**Aim of the task**.
Report back every line of the entries that contains "checkNumber", exactly as written.

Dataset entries
------------------------------------------------------------
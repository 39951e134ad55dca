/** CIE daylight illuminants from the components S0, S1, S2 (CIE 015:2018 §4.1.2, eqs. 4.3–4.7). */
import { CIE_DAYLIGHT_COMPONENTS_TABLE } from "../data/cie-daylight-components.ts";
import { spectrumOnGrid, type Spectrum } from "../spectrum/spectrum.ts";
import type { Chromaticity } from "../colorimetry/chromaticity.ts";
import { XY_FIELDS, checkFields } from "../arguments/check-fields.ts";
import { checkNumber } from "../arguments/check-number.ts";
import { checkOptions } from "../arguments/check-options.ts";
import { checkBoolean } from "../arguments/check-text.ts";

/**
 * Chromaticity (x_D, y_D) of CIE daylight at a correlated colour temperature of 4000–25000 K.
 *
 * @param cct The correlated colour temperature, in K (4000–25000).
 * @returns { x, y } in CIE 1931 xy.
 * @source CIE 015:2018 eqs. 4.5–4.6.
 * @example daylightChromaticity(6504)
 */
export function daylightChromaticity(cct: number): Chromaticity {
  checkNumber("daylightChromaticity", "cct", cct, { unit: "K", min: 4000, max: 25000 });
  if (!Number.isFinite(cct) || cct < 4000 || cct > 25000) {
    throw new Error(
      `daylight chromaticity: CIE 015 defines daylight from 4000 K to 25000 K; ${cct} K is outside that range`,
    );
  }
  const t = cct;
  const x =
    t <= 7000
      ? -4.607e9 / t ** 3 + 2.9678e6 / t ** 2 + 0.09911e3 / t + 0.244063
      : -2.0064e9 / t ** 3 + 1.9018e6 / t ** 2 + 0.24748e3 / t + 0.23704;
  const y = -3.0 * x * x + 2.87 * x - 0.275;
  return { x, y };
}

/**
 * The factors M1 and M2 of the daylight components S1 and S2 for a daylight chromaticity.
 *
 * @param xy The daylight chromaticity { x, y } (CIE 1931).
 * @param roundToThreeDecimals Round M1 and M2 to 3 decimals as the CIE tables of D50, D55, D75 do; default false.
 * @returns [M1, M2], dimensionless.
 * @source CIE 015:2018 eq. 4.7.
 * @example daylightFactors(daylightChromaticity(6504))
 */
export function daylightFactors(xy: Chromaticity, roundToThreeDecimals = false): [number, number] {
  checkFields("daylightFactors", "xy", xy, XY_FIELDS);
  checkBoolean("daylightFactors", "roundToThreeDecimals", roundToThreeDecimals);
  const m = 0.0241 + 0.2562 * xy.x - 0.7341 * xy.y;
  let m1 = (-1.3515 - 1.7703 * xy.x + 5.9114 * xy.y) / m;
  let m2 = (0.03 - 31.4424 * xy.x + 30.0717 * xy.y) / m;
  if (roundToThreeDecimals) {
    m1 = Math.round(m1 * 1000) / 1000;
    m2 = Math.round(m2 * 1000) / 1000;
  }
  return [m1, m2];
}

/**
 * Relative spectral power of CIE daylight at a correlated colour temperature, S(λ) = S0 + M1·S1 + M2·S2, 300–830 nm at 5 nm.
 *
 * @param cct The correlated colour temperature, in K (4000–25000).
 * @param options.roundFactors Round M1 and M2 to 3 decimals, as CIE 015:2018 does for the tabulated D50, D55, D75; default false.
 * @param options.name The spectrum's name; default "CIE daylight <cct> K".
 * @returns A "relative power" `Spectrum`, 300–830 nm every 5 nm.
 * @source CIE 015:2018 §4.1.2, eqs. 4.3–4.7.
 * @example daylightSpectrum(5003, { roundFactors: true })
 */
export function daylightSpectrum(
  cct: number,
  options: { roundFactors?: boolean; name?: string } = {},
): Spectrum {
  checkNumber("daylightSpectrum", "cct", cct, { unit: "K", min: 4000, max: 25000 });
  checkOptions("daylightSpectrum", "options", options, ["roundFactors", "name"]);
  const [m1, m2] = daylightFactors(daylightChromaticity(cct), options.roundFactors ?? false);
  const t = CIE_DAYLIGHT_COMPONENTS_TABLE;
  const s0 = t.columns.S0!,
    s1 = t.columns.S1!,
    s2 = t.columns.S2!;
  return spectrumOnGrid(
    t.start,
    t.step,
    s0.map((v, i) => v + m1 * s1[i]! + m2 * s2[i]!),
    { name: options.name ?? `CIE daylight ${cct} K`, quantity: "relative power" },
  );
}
------------------------------------------------------------
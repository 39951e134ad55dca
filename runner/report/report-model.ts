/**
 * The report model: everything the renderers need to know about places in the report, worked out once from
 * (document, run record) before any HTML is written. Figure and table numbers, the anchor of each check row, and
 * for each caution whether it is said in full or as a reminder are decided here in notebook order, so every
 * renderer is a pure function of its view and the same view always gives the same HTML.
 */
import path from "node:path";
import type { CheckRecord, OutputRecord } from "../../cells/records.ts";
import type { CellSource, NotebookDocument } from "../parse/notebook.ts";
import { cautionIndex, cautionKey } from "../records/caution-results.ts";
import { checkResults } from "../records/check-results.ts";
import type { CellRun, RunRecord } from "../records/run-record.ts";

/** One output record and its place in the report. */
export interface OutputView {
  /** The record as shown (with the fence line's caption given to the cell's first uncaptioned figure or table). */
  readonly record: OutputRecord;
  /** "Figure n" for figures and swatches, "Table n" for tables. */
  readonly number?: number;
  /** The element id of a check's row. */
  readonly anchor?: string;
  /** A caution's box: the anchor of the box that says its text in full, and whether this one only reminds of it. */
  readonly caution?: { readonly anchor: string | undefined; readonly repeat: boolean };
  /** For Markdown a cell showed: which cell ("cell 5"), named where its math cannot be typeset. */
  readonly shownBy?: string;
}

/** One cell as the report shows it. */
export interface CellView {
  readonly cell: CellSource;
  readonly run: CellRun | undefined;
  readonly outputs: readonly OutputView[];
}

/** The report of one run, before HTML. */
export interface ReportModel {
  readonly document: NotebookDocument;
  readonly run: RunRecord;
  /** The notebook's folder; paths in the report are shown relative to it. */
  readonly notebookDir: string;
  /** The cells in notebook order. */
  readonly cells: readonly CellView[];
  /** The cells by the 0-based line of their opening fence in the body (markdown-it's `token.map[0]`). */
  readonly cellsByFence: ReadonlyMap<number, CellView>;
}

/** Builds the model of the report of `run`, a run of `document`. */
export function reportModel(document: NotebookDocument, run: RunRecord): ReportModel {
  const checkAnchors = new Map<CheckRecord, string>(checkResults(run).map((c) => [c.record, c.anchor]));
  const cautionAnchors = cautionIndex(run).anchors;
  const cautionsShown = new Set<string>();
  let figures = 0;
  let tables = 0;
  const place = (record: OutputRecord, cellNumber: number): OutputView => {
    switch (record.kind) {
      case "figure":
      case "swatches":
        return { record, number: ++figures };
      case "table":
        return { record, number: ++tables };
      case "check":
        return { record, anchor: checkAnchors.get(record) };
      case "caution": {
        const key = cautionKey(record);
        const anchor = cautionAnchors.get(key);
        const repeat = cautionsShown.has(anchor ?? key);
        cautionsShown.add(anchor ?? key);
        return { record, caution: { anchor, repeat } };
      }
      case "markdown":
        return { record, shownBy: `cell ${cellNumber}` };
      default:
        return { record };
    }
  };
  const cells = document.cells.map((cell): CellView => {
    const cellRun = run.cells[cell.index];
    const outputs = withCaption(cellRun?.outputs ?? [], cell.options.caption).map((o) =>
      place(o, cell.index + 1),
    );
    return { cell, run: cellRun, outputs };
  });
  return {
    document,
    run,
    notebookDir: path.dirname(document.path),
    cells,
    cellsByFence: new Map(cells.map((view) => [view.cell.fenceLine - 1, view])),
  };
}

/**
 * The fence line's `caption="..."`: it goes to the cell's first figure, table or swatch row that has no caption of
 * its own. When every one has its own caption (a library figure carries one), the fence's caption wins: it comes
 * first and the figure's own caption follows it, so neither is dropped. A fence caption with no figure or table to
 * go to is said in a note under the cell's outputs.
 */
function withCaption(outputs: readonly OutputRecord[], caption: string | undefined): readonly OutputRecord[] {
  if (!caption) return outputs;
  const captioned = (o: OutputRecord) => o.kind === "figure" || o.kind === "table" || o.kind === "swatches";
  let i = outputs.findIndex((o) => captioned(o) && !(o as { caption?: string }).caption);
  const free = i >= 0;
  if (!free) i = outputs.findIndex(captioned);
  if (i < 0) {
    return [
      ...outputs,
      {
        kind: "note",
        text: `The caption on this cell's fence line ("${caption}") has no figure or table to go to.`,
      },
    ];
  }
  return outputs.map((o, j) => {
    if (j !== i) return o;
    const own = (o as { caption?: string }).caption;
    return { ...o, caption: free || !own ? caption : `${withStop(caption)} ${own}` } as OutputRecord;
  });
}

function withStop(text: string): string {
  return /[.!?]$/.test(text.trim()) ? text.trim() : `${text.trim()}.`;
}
------------------------------------------------------------
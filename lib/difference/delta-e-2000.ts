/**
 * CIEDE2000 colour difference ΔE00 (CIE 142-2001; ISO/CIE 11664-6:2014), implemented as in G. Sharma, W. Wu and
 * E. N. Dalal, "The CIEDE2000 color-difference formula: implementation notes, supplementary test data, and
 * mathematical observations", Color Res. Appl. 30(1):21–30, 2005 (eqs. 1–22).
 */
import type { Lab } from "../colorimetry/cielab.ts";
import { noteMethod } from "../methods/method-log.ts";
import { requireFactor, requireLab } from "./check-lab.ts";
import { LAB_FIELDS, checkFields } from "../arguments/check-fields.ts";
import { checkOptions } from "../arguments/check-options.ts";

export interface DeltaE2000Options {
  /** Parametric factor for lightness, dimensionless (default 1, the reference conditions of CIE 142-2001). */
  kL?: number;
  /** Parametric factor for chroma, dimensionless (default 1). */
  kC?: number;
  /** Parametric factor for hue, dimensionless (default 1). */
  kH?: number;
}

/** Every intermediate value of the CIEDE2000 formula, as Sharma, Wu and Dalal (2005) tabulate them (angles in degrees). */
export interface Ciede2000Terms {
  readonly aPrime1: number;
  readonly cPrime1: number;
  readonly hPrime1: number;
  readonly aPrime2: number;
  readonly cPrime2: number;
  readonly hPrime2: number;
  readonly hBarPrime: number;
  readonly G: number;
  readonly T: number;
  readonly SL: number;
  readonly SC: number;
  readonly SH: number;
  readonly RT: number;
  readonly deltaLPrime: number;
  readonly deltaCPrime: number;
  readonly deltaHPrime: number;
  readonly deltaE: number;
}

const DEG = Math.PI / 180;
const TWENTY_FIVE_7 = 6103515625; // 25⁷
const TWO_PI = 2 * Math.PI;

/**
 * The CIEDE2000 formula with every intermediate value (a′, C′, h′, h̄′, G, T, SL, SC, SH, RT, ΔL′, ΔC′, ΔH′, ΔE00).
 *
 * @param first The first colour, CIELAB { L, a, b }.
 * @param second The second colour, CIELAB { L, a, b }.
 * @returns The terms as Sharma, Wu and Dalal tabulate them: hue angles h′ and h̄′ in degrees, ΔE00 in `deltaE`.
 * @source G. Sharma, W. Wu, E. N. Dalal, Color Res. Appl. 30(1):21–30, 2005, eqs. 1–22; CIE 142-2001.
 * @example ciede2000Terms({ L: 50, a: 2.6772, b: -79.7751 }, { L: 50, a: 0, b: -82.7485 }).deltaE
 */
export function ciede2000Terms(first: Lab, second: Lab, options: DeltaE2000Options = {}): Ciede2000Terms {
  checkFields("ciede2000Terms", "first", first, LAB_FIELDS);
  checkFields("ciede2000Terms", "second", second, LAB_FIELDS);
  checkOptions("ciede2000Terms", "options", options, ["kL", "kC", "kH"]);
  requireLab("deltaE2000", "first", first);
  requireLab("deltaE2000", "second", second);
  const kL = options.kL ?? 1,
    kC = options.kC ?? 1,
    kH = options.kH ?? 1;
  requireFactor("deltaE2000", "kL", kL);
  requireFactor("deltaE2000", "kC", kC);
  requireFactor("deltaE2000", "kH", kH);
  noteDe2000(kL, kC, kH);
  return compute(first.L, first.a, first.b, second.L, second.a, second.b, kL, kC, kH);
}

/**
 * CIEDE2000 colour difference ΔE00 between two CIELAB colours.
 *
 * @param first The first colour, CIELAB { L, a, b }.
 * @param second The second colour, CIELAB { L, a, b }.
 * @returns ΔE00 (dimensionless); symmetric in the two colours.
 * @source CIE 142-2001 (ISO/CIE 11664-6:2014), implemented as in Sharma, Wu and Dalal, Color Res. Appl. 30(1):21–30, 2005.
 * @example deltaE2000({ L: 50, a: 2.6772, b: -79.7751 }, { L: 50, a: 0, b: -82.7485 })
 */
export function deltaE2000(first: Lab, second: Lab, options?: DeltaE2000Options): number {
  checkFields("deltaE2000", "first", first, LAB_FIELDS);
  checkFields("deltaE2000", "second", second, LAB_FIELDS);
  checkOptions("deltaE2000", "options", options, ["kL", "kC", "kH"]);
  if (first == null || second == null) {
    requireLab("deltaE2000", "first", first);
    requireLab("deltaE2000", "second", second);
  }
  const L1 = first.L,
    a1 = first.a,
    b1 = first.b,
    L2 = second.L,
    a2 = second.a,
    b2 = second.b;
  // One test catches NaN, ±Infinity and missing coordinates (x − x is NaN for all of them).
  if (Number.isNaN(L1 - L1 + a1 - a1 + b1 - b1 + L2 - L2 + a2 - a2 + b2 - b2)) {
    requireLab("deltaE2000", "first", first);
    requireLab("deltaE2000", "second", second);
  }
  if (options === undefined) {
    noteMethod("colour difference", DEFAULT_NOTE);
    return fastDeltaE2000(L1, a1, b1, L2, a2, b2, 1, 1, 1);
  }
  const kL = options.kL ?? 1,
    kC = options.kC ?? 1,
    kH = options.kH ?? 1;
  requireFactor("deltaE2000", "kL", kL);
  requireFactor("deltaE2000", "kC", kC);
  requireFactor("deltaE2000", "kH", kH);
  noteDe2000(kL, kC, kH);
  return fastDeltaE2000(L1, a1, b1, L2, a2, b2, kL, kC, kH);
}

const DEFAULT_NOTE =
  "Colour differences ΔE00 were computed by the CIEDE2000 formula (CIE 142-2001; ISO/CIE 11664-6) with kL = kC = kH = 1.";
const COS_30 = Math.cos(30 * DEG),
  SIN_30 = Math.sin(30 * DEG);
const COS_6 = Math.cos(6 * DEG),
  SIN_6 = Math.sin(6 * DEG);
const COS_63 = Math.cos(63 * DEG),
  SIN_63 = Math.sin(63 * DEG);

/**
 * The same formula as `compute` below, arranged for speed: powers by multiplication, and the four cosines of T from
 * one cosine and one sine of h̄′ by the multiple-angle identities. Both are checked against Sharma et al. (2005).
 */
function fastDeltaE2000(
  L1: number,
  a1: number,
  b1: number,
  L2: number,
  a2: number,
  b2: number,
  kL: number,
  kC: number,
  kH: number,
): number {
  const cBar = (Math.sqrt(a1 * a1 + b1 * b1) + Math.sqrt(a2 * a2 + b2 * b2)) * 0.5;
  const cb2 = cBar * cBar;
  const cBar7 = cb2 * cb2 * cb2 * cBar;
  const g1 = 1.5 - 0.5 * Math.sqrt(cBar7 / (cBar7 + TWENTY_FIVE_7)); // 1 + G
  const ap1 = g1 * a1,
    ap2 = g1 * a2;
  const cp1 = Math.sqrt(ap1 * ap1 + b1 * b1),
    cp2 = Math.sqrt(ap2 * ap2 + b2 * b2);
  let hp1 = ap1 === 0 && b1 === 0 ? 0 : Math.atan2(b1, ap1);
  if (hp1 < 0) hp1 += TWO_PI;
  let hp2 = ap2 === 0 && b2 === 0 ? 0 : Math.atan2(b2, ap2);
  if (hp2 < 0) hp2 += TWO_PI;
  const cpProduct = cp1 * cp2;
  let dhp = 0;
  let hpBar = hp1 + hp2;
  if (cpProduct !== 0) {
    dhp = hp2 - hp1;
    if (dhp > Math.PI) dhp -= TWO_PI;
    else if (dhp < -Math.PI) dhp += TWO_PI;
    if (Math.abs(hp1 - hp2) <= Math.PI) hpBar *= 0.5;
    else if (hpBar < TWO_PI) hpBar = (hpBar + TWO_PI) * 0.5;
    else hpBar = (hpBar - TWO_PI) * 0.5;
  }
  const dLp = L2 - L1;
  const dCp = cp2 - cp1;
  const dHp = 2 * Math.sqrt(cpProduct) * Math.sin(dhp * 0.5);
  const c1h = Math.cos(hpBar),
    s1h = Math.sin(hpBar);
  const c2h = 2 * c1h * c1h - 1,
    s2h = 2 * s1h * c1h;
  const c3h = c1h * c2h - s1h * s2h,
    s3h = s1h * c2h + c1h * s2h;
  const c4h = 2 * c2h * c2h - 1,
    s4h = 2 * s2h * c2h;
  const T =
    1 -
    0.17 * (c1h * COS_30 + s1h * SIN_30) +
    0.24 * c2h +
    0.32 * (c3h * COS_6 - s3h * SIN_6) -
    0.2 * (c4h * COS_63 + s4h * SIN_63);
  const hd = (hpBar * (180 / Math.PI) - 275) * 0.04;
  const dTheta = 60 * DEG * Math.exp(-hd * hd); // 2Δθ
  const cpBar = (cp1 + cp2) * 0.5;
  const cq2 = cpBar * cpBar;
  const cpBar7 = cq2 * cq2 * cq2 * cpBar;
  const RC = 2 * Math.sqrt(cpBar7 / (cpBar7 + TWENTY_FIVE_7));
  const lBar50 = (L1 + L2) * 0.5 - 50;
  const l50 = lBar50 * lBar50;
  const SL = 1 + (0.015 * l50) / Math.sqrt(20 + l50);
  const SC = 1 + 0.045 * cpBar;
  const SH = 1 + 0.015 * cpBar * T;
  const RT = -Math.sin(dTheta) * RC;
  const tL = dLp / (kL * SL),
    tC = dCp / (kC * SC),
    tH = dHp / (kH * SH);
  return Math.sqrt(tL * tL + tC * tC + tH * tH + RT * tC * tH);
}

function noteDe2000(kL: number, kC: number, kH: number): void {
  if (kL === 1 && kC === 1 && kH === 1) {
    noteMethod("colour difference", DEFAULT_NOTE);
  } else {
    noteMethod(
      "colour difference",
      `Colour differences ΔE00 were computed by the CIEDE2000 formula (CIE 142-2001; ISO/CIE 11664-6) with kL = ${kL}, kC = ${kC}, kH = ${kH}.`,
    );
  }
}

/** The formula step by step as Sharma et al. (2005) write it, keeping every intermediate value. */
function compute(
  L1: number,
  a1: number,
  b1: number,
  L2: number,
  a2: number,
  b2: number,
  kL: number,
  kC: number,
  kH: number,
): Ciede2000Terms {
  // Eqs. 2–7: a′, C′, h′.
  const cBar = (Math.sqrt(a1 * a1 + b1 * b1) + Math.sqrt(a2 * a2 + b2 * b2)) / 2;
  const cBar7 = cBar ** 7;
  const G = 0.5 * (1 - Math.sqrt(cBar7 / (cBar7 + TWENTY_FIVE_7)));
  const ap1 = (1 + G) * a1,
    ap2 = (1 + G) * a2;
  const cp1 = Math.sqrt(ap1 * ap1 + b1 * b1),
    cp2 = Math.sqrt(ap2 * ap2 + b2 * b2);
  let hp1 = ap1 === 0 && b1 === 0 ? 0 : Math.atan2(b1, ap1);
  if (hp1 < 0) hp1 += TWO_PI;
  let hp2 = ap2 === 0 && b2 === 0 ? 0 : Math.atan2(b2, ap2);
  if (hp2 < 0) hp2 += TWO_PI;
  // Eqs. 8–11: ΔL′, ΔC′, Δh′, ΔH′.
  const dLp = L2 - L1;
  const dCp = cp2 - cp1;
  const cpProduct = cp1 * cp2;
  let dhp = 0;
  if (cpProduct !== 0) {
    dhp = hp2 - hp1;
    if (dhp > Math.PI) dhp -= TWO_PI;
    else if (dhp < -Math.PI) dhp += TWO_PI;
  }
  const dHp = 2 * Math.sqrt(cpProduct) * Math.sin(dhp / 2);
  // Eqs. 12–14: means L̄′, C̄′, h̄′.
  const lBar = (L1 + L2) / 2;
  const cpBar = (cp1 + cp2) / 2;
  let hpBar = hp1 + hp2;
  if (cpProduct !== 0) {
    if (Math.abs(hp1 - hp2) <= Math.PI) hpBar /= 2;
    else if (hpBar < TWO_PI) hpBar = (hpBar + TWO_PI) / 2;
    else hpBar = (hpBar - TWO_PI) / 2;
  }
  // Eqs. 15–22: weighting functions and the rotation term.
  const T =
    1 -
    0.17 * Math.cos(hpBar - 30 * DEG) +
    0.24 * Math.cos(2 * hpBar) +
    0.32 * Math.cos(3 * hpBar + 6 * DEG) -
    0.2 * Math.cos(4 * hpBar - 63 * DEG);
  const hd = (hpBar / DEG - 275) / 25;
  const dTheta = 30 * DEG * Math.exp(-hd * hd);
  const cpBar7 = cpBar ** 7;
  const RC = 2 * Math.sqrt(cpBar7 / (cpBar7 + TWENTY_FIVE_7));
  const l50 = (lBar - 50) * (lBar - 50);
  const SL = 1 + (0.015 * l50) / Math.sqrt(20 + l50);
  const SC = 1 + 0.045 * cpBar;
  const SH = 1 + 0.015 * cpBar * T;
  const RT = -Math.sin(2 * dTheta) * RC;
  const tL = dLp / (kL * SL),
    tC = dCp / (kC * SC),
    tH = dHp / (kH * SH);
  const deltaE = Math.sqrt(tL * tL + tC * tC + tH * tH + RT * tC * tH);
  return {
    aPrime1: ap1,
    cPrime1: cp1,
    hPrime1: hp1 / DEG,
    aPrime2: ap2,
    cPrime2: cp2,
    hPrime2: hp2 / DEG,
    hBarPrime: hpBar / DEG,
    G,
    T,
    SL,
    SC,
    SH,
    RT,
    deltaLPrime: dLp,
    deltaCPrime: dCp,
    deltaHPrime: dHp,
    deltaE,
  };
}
------------------------------------------------------------
**Task solution**.
import { checkNumber } from "../arguments/check-number.ts";
  checkNumber("daylightChromaticity", "cct", cct, { unit: "K", min: 4000, max: 25000 });
  checkNumber("daylightSpectrum", "cct", cct, { unit: "K", min: 4000, max: 25000 });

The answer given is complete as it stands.